* _Task instructions_
If a line contains the word "join", include it in the count; state how many such lines the listing has and nothing else.

* _Excerpted data_
·····
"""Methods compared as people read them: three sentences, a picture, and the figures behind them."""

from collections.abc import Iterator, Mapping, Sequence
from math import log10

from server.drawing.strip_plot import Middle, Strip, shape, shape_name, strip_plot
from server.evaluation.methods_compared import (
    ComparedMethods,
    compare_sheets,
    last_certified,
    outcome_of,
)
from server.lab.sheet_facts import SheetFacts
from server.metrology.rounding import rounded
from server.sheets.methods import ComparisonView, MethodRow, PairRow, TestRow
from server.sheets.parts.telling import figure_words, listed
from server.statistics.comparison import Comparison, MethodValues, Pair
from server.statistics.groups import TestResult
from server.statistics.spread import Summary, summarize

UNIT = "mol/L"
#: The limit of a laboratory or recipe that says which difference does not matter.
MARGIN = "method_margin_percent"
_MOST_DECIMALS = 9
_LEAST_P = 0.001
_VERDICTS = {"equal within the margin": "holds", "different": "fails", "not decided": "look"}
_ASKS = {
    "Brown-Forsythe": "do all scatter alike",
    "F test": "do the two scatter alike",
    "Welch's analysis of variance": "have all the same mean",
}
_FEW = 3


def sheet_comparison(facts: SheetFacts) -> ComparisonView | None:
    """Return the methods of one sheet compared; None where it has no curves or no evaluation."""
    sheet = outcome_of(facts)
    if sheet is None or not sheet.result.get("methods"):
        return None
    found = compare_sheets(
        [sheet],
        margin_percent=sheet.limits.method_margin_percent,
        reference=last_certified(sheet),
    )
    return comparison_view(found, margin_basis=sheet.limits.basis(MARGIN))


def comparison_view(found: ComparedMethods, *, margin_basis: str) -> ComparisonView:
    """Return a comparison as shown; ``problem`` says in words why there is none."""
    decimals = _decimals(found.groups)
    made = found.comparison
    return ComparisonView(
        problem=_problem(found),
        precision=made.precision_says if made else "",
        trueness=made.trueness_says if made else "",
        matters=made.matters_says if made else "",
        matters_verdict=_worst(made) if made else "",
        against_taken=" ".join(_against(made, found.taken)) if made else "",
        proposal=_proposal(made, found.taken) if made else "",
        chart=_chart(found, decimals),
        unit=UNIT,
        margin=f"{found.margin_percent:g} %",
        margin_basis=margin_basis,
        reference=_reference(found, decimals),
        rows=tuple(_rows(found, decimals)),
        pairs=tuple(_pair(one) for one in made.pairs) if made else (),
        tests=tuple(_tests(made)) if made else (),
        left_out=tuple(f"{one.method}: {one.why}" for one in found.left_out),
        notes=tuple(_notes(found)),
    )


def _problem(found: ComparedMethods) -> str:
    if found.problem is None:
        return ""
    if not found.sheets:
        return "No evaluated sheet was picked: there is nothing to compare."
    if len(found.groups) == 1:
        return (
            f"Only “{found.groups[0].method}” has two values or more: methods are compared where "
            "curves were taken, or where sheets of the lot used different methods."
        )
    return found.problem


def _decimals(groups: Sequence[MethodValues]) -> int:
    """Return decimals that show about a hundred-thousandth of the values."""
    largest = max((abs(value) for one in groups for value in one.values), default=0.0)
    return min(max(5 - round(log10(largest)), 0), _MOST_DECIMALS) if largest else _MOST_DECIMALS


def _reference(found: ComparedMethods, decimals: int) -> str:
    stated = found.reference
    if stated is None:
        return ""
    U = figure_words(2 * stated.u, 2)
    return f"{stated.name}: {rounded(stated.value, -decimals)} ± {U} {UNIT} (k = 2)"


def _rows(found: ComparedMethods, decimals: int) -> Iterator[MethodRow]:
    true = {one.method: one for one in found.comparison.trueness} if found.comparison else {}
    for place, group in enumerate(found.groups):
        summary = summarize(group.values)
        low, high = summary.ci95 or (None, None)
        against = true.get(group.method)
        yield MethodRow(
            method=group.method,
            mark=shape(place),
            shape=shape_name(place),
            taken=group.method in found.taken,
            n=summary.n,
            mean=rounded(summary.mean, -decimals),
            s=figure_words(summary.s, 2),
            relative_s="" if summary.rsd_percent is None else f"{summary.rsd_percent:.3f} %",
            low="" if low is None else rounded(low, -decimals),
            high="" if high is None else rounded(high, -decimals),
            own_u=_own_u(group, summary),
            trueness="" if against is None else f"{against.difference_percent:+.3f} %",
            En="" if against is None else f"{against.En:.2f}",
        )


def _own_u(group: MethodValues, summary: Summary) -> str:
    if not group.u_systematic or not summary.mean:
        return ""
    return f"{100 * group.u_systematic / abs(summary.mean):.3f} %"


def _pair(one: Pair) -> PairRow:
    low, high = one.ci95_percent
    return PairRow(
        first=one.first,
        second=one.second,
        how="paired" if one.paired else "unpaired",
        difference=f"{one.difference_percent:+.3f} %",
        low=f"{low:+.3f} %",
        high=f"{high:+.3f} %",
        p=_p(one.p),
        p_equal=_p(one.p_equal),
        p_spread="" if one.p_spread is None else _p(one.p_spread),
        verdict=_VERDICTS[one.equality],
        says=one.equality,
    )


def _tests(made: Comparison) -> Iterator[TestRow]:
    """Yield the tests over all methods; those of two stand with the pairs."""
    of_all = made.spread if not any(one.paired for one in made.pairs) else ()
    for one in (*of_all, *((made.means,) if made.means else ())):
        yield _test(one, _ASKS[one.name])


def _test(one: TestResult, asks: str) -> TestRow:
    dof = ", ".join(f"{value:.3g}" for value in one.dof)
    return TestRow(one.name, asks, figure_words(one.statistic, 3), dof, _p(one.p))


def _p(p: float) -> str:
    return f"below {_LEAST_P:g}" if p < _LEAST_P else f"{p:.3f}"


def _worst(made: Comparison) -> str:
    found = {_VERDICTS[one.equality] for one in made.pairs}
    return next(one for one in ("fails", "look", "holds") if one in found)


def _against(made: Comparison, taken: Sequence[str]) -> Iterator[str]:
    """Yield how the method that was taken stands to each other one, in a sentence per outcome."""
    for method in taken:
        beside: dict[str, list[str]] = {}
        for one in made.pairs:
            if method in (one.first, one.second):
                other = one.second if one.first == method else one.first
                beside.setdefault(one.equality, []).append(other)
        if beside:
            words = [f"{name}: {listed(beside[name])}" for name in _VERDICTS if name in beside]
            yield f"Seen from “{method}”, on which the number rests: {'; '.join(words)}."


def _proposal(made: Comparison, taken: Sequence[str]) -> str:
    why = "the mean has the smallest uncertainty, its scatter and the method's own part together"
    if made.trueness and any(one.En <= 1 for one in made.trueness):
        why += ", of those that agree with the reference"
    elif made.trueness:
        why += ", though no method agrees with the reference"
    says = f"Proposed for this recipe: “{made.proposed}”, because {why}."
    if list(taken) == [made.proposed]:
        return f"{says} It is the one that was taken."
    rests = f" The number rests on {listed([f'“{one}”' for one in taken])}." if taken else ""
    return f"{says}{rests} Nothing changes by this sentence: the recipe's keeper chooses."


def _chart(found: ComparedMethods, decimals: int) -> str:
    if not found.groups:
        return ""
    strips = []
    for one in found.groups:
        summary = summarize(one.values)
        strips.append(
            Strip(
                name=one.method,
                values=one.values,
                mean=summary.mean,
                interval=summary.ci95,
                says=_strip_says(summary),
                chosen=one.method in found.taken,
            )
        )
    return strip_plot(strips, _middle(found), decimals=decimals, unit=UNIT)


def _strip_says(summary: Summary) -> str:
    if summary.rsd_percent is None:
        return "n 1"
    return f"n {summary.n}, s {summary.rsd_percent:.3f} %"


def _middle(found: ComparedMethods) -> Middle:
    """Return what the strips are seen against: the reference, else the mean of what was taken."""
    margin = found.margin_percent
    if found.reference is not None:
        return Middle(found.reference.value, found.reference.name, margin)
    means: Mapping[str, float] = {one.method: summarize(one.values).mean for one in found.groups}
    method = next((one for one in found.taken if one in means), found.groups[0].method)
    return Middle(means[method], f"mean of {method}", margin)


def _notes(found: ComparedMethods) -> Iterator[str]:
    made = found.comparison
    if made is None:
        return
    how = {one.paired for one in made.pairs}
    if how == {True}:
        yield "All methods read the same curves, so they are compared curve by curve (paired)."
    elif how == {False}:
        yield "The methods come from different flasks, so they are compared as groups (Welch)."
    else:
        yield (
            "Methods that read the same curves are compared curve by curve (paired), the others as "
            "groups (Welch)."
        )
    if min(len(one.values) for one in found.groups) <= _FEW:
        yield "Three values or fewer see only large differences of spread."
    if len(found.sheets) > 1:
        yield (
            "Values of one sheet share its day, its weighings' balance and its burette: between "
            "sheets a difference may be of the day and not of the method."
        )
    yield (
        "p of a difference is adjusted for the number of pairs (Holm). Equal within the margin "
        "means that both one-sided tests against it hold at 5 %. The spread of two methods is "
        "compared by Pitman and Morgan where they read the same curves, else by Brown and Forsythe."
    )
·····
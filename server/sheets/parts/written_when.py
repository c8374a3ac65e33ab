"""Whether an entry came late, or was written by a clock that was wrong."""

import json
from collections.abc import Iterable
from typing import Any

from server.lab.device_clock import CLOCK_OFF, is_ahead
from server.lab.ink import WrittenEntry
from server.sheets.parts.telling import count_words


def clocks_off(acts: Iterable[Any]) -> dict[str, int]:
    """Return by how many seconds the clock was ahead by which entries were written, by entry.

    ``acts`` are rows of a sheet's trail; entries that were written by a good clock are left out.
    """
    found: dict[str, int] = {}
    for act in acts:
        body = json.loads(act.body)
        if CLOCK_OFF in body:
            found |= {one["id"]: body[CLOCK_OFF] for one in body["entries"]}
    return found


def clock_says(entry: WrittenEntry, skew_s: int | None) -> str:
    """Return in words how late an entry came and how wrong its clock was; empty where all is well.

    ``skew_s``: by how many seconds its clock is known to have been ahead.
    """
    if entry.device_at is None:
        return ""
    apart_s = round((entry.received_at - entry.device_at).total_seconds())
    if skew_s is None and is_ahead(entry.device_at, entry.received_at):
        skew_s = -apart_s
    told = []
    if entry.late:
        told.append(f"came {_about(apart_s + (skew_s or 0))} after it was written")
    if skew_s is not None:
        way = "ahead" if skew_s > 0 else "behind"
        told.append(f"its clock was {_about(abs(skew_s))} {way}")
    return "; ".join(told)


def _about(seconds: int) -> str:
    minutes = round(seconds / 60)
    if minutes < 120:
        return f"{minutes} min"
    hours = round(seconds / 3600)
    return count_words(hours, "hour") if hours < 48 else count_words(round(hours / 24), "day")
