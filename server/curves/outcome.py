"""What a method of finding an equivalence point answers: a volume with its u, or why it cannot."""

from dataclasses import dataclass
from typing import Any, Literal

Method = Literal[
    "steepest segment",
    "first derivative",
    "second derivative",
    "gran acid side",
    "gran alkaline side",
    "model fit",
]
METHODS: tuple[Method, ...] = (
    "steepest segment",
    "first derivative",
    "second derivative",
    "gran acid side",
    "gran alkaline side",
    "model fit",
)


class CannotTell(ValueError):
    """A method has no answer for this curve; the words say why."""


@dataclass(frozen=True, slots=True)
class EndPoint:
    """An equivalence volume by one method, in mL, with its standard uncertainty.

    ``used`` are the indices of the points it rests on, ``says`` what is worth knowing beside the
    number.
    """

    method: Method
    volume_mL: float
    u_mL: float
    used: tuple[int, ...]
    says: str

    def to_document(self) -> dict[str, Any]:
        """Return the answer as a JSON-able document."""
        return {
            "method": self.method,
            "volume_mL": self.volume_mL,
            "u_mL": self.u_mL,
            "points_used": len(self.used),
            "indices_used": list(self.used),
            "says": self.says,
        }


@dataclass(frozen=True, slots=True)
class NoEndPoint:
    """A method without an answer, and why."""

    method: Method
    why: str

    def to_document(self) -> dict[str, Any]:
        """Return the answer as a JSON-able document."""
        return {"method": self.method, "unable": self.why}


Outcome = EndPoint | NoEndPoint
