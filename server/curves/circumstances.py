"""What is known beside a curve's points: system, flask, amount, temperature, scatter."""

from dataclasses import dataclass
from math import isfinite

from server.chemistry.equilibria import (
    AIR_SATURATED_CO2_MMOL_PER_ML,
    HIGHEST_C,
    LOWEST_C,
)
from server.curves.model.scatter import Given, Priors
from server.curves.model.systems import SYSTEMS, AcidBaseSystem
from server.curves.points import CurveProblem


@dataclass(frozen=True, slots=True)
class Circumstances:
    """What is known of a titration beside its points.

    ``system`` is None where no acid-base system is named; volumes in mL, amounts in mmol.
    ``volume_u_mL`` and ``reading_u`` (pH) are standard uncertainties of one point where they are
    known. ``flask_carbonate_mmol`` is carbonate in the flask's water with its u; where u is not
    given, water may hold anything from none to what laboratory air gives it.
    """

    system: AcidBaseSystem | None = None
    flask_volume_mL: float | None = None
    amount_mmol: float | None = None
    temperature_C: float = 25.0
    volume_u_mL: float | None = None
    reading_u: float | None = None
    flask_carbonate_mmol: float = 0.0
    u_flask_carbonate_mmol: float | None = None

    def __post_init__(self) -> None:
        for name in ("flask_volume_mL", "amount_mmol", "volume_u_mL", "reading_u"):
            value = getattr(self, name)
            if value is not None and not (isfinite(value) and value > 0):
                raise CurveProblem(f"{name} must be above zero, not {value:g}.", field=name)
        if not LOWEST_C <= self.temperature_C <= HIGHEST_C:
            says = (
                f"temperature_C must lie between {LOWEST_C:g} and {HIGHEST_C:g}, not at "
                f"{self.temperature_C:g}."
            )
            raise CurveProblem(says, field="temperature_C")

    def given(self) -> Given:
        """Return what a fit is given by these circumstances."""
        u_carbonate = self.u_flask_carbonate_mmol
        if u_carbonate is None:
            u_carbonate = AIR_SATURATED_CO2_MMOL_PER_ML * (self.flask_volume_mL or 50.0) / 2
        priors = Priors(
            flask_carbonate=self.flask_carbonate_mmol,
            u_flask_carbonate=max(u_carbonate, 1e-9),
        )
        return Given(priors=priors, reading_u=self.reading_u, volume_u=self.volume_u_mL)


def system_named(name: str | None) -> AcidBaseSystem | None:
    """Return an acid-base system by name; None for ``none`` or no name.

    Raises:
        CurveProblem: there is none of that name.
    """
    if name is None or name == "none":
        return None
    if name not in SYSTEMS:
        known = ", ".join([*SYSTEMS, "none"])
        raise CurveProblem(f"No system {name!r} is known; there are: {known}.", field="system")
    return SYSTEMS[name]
·····
* _Reply_
5